— TASK —
The answer required is how many lines of the following entries contain the word "Promise", with no other words.

— ENTRIES SHOWN —
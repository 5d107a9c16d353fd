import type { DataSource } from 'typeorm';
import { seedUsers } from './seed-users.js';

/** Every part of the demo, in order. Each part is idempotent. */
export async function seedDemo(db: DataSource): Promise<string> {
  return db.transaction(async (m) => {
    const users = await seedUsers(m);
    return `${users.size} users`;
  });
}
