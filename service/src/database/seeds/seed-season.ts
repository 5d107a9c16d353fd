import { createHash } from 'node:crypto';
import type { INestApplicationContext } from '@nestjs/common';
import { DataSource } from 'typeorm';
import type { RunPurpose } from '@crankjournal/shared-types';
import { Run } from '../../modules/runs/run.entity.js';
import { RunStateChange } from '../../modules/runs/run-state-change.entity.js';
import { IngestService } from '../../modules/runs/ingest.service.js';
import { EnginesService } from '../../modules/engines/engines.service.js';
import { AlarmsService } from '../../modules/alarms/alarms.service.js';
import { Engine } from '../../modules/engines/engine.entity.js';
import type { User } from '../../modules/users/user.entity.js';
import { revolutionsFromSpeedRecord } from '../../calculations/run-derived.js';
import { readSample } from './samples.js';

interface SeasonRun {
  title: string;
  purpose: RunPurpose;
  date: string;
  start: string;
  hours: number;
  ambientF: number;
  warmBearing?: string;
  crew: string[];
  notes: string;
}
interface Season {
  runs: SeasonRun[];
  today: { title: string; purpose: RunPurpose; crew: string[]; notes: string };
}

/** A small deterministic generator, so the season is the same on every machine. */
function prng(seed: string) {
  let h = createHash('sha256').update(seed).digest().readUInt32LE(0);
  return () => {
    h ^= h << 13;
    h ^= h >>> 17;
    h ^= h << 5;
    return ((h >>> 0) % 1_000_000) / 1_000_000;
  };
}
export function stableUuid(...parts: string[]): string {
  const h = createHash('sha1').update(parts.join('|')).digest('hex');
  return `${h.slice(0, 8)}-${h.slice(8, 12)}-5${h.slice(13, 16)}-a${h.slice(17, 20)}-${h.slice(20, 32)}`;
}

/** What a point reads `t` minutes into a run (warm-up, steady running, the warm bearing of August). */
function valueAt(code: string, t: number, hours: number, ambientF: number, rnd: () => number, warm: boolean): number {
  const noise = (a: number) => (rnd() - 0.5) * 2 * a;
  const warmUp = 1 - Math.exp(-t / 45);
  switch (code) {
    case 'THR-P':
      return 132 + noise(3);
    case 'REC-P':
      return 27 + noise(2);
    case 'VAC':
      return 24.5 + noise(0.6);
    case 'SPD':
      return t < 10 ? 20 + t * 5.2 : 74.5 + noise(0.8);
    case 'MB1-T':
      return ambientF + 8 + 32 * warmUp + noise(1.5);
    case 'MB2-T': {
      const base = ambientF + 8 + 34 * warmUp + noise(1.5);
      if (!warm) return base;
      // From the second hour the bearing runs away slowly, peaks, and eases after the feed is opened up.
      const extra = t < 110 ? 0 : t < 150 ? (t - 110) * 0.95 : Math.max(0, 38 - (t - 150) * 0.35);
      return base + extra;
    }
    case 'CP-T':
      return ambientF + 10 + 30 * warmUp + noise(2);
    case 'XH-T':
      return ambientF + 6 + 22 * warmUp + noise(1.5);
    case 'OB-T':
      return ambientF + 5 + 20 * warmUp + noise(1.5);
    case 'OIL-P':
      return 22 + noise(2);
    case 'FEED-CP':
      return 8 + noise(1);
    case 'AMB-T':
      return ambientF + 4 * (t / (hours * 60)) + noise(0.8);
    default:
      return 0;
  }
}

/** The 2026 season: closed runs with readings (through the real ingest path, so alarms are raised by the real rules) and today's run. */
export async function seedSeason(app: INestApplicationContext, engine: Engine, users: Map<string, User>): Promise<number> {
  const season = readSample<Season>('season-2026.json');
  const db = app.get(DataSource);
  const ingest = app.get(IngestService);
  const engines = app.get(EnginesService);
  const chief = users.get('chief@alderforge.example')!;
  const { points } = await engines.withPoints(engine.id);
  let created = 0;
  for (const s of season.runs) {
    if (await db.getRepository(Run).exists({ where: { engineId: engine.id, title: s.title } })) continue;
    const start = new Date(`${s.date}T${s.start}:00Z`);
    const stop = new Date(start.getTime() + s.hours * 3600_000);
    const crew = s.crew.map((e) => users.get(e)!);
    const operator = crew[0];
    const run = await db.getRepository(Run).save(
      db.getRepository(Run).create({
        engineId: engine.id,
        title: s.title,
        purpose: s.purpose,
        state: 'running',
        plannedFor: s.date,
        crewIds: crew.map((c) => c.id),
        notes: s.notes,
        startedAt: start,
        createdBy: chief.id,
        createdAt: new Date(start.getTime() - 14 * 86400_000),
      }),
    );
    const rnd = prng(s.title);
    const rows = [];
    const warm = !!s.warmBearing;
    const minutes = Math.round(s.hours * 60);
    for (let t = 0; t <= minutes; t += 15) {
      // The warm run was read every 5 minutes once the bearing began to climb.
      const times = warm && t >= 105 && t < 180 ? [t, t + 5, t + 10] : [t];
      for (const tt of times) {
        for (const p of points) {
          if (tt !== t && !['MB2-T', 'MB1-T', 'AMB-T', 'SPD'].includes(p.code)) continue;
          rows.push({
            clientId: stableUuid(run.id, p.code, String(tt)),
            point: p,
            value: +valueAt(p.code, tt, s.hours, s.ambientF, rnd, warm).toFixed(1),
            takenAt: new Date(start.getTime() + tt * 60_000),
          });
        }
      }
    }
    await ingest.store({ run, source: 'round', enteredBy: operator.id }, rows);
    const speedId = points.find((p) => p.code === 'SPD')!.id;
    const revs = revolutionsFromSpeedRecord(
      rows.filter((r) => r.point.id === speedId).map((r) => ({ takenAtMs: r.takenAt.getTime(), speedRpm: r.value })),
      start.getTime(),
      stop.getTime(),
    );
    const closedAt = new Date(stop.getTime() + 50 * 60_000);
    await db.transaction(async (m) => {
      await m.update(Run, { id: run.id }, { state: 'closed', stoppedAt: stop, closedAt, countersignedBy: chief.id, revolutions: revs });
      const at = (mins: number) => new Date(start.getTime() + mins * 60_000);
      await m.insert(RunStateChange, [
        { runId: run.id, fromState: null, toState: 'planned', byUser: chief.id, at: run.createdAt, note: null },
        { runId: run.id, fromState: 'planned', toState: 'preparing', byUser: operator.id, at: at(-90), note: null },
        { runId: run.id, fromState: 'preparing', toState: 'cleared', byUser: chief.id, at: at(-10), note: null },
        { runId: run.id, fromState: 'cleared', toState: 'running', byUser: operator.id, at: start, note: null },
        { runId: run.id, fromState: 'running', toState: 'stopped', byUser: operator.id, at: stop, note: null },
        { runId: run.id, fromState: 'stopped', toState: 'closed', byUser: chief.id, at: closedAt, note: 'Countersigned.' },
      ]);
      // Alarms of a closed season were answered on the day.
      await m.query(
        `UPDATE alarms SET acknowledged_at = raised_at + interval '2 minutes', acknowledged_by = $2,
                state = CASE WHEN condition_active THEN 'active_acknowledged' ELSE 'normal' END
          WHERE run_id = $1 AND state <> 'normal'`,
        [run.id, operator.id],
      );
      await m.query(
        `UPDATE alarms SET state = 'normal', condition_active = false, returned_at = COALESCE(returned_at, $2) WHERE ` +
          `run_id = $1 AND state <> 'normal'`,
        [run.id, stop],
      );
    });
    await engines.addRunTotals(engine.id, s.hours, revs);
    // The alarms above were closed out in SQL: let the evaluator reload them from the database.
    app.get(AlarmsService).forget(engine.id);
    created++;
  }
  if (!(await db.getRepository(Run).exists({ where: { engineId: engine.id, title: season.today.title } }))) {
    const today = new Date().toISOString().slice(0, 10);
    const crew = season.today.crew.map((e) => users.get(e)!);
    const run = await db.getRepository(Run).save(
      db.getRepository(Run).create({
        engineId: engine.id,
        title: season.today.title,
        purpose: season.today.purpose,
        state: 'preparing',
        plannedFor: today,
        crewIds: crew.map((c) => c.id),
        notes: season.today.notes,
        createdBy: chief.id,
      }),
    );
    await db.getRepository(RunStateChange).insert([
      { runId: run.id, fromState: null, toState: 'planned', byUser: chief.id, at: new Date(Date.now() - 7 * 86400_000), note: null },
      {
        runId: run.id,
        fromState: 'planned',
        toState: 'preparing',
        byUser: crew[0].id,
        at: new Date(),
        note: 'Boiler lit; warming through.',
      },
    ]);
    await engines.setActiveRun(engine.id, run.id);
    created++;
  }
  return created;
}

* * *

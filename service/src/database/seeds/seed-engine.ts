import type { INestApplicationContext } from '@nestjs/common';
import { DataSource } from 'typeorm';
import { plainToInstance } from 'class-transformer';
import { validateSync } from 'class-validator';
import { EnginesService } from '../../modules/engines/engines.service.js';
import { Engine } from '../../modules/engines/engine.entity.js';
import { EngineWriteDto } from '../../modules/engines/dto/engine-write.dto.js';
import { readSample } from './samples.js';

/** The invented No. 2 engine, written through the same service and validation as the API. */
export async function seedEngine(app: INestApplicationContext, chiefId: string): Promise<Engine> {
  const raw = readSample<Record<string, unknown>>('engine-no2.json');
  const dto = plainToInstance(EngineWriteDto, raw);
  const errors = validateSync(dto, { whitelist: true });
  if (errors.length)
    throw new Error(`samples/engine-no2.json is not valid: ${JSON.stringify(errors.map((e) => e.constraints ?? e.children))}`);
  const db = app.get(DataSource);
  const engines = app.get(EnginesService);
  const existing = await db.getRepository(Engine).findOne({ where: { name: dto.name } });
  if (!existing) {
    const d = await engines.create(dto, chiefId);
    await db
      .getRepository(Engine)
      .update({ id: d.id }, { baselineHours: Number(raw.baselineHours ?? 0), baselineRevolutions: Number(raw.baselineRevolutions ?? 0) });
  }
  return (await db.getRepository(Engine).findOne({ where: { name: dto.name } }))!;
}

— RESPONSE —
3